Records from a data source

--- START ---

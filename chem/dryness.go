package chem

import (
	"fmt"
	"strings"
)

// An AgentNeed is the mass of a drying agent for a load of water. Low is what
// does if the agent works at its best, High if at its worst.
type AgentNeed struct{ Low, Typical, High Mass }

// For returns the agent needed for a mass of water,
//
//	m = m(water) / capacity
//
// with the capacity at its practical best, at the middle of the practical range
// and at its practical worst. A practical best above the hydrate's own capacity
// is cut back to it. The error wraps ErrNoData where the table has no practical
// range, as with sodium hydroxide.
func (a DryingAgent) For(water Mass) (AgentNeed, error) {
	of := fmt.Sprintf("amount of %s for %.3g g of water", a.Name, water.Grams())
	if !(water >= 0) || !Finite(water) {
		return AgentNeed{}, &DataError{Of: of, Err: ErrOutOfRange, Limit: "water must not be below zero", Remedy: "give the mass of water"}
	}
	low, high := a.practical()
	if low <= 0 || high <= 0 {
		limit := "no practical capacity"
		if a.Theoretical > 0 {
			limit = fmt.Sprintf("no practical capacity; the hydrate would hold %.3g g/g", a.Theoretical)
		}
		return AgentNeed{}, &DataError{Of: of, Err: ErrNoData, Limit: limit, Remedy: "name another agent or give capacity= in g water per g"}
	}
	return AgentNeed{Low: water / Mass(high), Typical: water / Mass((low+high)/2), High: water / Mass(low)}, nil
}

// practical returns the practical capacities, cut back to what the hydrate holds.
func (a DryingAgent) practical() (low, high float64) {
	low, high = a.Low, a.High
	if a.Theoretical > 0 {
		low, high = min(low, a.Theoretical), min(high, a.Theoretical)
	}
	return low, high
}

// WaterLoad returns the water that an organic layer brings to the drying agent:
// what is dissolved in the solvent at saturation and the droplets it carries
// along, as a share of the layer's mass.
func WaterLoad(solvent Mass, waterInSolvent Fraction, droplets Fraction) (Mass, error) {
	of := "water load"
	if err := firstError(
		mustBeShare(of, "water in the solvent", waterInSolvent, false),
		mustBeShare(of, "share of droplets", droplets, false),
	); err != nil {
		return 0, err
	}
	if !(solvent >= 0) || !Finite(solvent) {
		return 0, mustBePositive(of, "mass of solvent", solvent)
	}
	return solvent*Mass(waterInSolvent/(1-waterInSolvent)) + solvent*Mass(droplets), nil
}

// HeldBack returns the share of a dissolved product that stays in the wet cake
// of a drying agent: the liquid the cake holds, per mass of agent, against all
// the liquid, then thinned by each rinse that is mixed with what is held.
//
//	share = v/V · (v/(v + R))^n,   v = agent · held
//
// where V is the volume of the solution, R that of one rinse and n their number.
// It is 1 where the cake would hold all there is.
func HeldBack(agent Mass, heldPerMass float64, solution, rinse Volume, rinses int) (Fraction, error) {
	of := "product held back by the drying agent"
	if err := mustBePositive(of, "volume of solution", solution); err != nil {
		return 0, err
	}
	if !(agent >= 0) || !(heldPerMass >= 0) || !(rinse >= 0) || rinses < 0 || !Finite(agent) || !Finite(heldPerMass) {
		return 0, &DataError{Of: of, Err: ErrOutOfRange, Limit: "no input may be below zero", Remedy: "give the mass of agent and the liquid it holds in m³/kg"}
	}
	held := Volume(float64(agent) * heldPerMass)
	if held == 0 {
		return 0, nil
	}
	share := min(Fraction(held/solution), 1)
	if rinse > 0 {
		thinned := Fraction(held / (held + rinse))
		for range rinses {
			share *= thinned
		}
	}
	return share, nil
}

// Unsuitable says whether the agent must not meet a product of a class, such as
// "carboxylic acid" or "alcohol", and why. It is false for a class that the
// table doesn't speak of; that is no statement that the pair is good.
func (a DryingAgent) Unsuitable(class string) (reason string, bad bool) {
	want := strings.Fields(singular(strings.ToLower(strings.TrimSpace(class))))
	if len(want) == 0 {
		return "", false
	}
	for _, entry := range a.Incompatible {
		if !meetsClass(strings.ToLower(entry), want) {
			continue
		}
		return fmt.Sprintf("%s must not meet %s: %s (listed: %s)", a.Name, strings.Join(want, " "), a.why(), entry), true
	}
	return "", false
}

// classOfGroup names the reactivity groups of the compatibility chart
// (EPA-600/2-80-076) in the words of the table of drying agents.
var classOfGroup = map[int]string{
	1: "strong acids", 2: "strong acids", 3: "carboxylic acids", 4: "alcohols", 5: "aldehydes", 6: "amides",
	7: "amines", 13: "esters", 14: "ethers", 19: "ketones", 31: "phenols", 34: "epoxides",
}

// DryingClasses names the classes of a product, as the drying agents know them, by its
// reactivity groups.
func DryingClasses(groups []int) []string {
	var classes []string
	for _, g := range groups {
		if class, ok := classOfGroup[g]; ok {
			classes = append(classes, class)
		}
	}
	return classes
}

// UnsuitableFor is Unsuitable for a product by name: the name itself, then the classes
// of a substance that the table knows.
func (a DryingAgent) UnsuitableFor(product string) (reason string, bad bool) {
	if reason, bad = a.Unsuitable(product); bad {
		return reason, bad
	}
	s, ok := LookupSubstance(product)
	if !ok {
		return "", false
	}
	for _, class := range DryingClasses(s.ReactiveGroups) {
		if reason, bad = a.Unsuitable(class); bad {
			return fmt.Sprintf("%s is of the %s: %s", s.Name, class, reason), true
		}
	}
	return "", false
}

// why says what an agent does to the classes it must not meet (practice of the
// agents: Robertson, Laboratory Practice of Organic Chemistry, 3rd ed.,
// pp. 147 to 152; common practice).
func (a DryingAgent) why() string {
	switch a.CAS {
	case "10043-52-4":
		return "it binds them as a solid complex or salt"
	case "584-08-7", "1310-73-2":
		return "it is a base, forms the salt or splits them"
	case "1314-56-3":
		return "it dehydrates or esterifies them"
	case "7487-88-9":
		return "it is weakly acidic and can open or split them"
	case "308080-99-1", "70955-01-0":
		return "they attack the sieve or fill it"
	}
	return "the table lists them as incompatible"
}

// meetsClass compares a class with one entry of the table by their last word, so
// that "acids" meets "carboxylic acid" and "carboxylic acids" meets "fatty acid";
// doubt goes to the warning. Only an entry on strong ones leaves others be.
func meetsClass(entry string, want []string) bool {
	family, kind := want[len(want)-1], want[:len(want)-1]
	for part := range strings.FieldsFuncSeq(entry, func(r rune) bool { return strings.ContainsRune("(),", r) }) {
		for piece := range strings.SplitSeq(part, " and ") {
			words := strings.Fields(singular(strings.TrimSpace(piece)))
			if len(words) == 0 || words[len(words)-1] != family {
				continue
			}
			if words[0] == "strong" && len(kind) > 0 && kind[0] != "strong" {
				continue
			}
			return true
		}
	}
	return false
}

// singular takes the plural s off the last word, and off "-ies" the whole ending.
func singular(text string) string {
	switch {
	case strings.HasSuffix(text, "ies"):
		return strings.TrimSuffix(text, "ies") + "y"
	case strings.HasSuffix(text, "ss"), !strings.HasSuffix(text, "s"):
		return text
	}
	return strings.TrimSuffix(text, "s")
}

// HydrateCapacity returns the ceiling of what a salt binds on the way to a
// hydrate, in gram water per gram salt,
//
//	n · M(water) / M(salt)
//
// The error wraps ErrImpossible where the hydrate isn't one of the salt.
func HydrateCapacity(salt, hydrate Formula) (float64, error) {
	taken := hydrate.Waters() - salt.Waters()
	if taken <= 0 || salt.Anhydrous().Hill() != hydrate.Anhydrous().Hill() {
		return 0, &DataError{
			Of: fmt.Sprintf("capacity of %s as %s", salt, hydrate), Err: ErrImpossible,
			Limit: "it is no higher hydrate of the same salt", Remedy: "give a hydrate such as Na2SO4·10H2O",
		}
	}
	return taken * waterMolarMass / float64(salt.MolarMass()), nil
}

--- END ---

Task objective =
Transcribe the data above in full, exactly.

Exercise output =
filename chem/dryness.go
package chem

import (
	"fmt"
	"strings"
)

// An AgentNeed is the mass of a drying agent for a load of water. Low is what
// does if the agent works at its best, High if at its worst.
type AgentNeed struct{ Low, Typical, High Mass }

// For returns the agent needed for a mass of water,
//
//	m = m(water) / capacity
//
// with the capacity at its practical best, at the middle of the practical range
// and at its practical worst. A practical best above the hydrate's own capacity
// is cut back to it. The error wraps ErrNoData where the table has no practical
// range, as with sodium hydroxide.
func (a DryingAgent) For(water Mass) (AgentNeed, error) {
	of := fmt.Sprintf("amount of %s for %.3g g of water", a.Name, water.Grams())
	if !(water >= 0) || !Finite(water) {
		return AgentNeed{}, &DataError{Of: of, Err: ErrOutOfRange, Limit: "water must not be below zero", Remedy: "give the mass of water"}
	}
	low, high := a.practical()
	if low <= 0 || high <= 0 {
		limit := "no practical capacity"
		if a.Theoretical > 0 {
			limit = fmt.Sprintf("no practical capacity; the hydrate would hold %.3g g/g", a.Theoretical)
		}
		return AgentNeed{}, &DataError{Of: of, Err: ErrNoData, Limit: limit, Remedy: "name another agent or give capacity= in g water per g"}
	}
	return AgentNeed{Low: water / Mass(high), Typical: water / Mass((low+high)/2), High: water / Mass(low)}, nil
}

// practical returns the practical capacities, cut back to what the hydrate holds.
func (a DryingAgent) practical() (low, high float64) {
	low, high = a.Low, a.High
	if a.Theoretical > 0 {
		low, high = min(low, a.Theoretical), min(high, a.Theoretical)
	}
	return low, high
}

// WaterLoad returns the water that an organic layer brings to the drying agent:
// what is dissolved in the solvent at saturation and the droplets it carries
// along, as a share of the layer's mass.
func WaterLoad(solvent Mass, waterInSolvent Fraction, droplets Fraction) (Mass, error) {
	of := "water load"
	if err := firstError(
		mustBeShare(of, "water in the solvent", waterInSolvent, false),
		mustBeShare(of, "share of droplets", droplets, false),
	); err != nil {
		return 0, err
	}
	if !(solvent >= 0) || !Finite(solvent) {
		return 0, mustBePositive(of, "mass of solvent", solvent)
	}
	return solvent*Mass(waterInSolvent/(1-waterInSolvent)) + solvent*Mass(droplets), nil
}

// HeldBack returns the share of a dissolved product that stays in the wet cake
// of a drying agent: the liquid the cake holds, per mass of agent, against all
// the liquid, then thinned by each rinse that is mixed with what is held.
//
//	share = v/V · (v/(v + R))^n,   v = agent · held
//
// where V is the volume of the solution, R that of one rinse and n their number.
// It is 1 where the cake would hold all there is.
func HeldBack(agent Mass, heldPerMass float64, solution, rinse Volume, rinses int) (Fraction, error) {
	of := "product held back by the drying agent"
	if err := mustBePositive(of, "volume of solution", solution); err != nil {
		return 0, err
	}
	if !(agent >= 0) || !(heldPerMass >= 0) || !(rinse >= 0) || rinses < 0 || !Finite(agent) || !Finite(heldPerMass) {
		return 0, &DataError{Of: of, Err: ErrOutOfRange, Limit: "no input may be below zero", Remedy: "give the mass of agent and the liquid it holds in m³/kg"}
	}
	held := Volume(float64(agent) * heldPerMass)
	if held == 0 {
		return 0, nil
	}
	share := min(Fraction(held/solution), 1)
	if rinse > 0 {
		thinned := Fraction(held / (held + rinse))
		for range rinses {
			share *= thinned
		}
	}
	return share, nil
}

// Unsuitable says whether the agent must not meet a product of a class, such as
// "carboxylic acid" or "alcohol", and why. It is false for a class that the
// table doesn't speak of; that is no statement that the pair is good.
func (a DryingAgent) Unsuitable(class string) (reason string, bad bool) {
	want := strings.Fields(singular(strings.ToLower(strings.TrimSpace(class))))
	if len(want) == 0 {
		return "", false
	}
	for _, entry := range a.Incompatible {
		if !meetsClass(strings.ToLower(entry), want) {
			continue
		}
		return fmt.Sprintf("%s must not meet %s: %s (listed: %s)", a.Name, strings.Join(want, " "), a.why(), entry), true
	}
	return "", false
}

// classOfGroup names the reactivity groups of the compatibility chart
// (EPA-600/2-80-076) in the words of the table of drying agents.
var classOfGroup = map[int]string{
	1: "strong acids", 2: "strong acids", 3: "carboxylic acids", 4: "alcohols", 5: "aldehydes", 6: "amides",
	7: "amines", 13: "esters", 14: "ethers", 19: "ketones", 31: "phenols", 34: "epoxides",
}

// DryingClasses names the classes of a product, as the drying agents know them, by its
// reactivity groups.
func DryingClasses(groups []int) []string {
	var classes []string
	for _, g := range groups {
		if class, ok := classOfGroup[g]; ok {
			classes = append(classes, class)
		}
	}
	return classes
}

// UnsuitableFor is Unsuitable for a product by name: the name itself, then the classes
// of a substance that the table knows.
func (a DryingAgent) UnsuitableFor(product string) (reason string, bad bool) {
	if reason, bad = a.Unsuitable(product); bad {
		return reason, bad
	}
	s, ok := LookupSubstance(product)
	if !ok {
		return "", false
	}
	for _, class := range DryingClasses(s.ReactiveGroups) {
		if reason, bad = a.Unsuitable(class); bad {
			return fmt.Sprintf("%s is of the %s: %s", s.Name, class, reason), true
		}
	}
	return "", false
}

// why says what an agent does to the classes it must not meet (practice of the
// agents: Robertson, Laboratory Practice of Organic Chemistry, 3rd ed.,
// pp. 147 to 152; common practice).
func (a DryingAgent) why() string {
	switch a.CAS {
	case "10043-52-4":
		return "it binds them as a solid complex or salt"
	case "584-08-7", "1310-73-2":
		return "it is a base, forms the salt or splits them"
	case "1314-56-3":
		return "it dehydrates or esterifies them"
	case "7487-88-9":
		return "it is weakly acidic and can open or split them"
	case "308080-99-1", "70955-01-0":
		return "they attack the sieve or fill it"
	}
	return "the table lists them as incompatible"
}

// meetsClass compares a class with one entry of the table by their last word, so
// that "acids" meets "carboxylic acid" and "carboxylic acids" meets "fatty acid";
// doubt goes to the warning. Only an entry on strong ones leaves others be.
func meetsClass(entry string, want []string) bool {
	family, kind := want[len(want)-1], want[:len(want)-1]
	for part := range strings.FieldsFuncSeq(entry, func(r rune) bool { return strings.ContainsRune("(),", r) }) {
		for piece := range strings.SplitSeq(part, " and ") {
			words := strings.Fields(singular(strings.TrimSpace(piece)))
			if len(words) == 0 || words[len(words)-1] != family {
				continue
			}
			if words[0] == "strong" && len(kind) > 0 && kind[0] != "strong" {
				continue
			}
			return true
		}
	}
	return false
}

// singular takes the plural s off the last word, and off "-ies" the whole ending.
func singular(text string) string {
	switch {
	case strings.HasSuffix(text, "ies"):
		return strings.TrimSuffix(text, "ies") + "y"
	case strings.HasSuffix(text, "ss"), !strings.HasSuffix(text, "s"):
		return text
	}
	return strings.TrimSuffix(text, "s")
}

// HydrateCapacity returns the ceiling of what a salt binds on the way to a
// hydrate, in gram water per gram salt,
//
//	n · M(water) / M(salt)
//
// The error wraps ErrImpossible where the hydrate isn't one of the salt.
func HydrateCapacity(salt, hydrate Formula) (float64, error) {
	taken := hydrate.Waters() - salt.Waters()
	if taken <= 0 || salt.Anhydrous().Hill() != hydrate.Anhydrous().Hill() {
		return 0, &DataError{
			Of: fmt.Sprintf("capacity of %s as %s", salt, hydrate), Err: ErrImpossible,
			Limit: "it is no higher hydrate of the same salt", Remedy: "give a hydrate such as Na2SO4·10H2O",
		}
	}
	return taken * waterMolarMass / float64(salt.MolarMass()), nil
}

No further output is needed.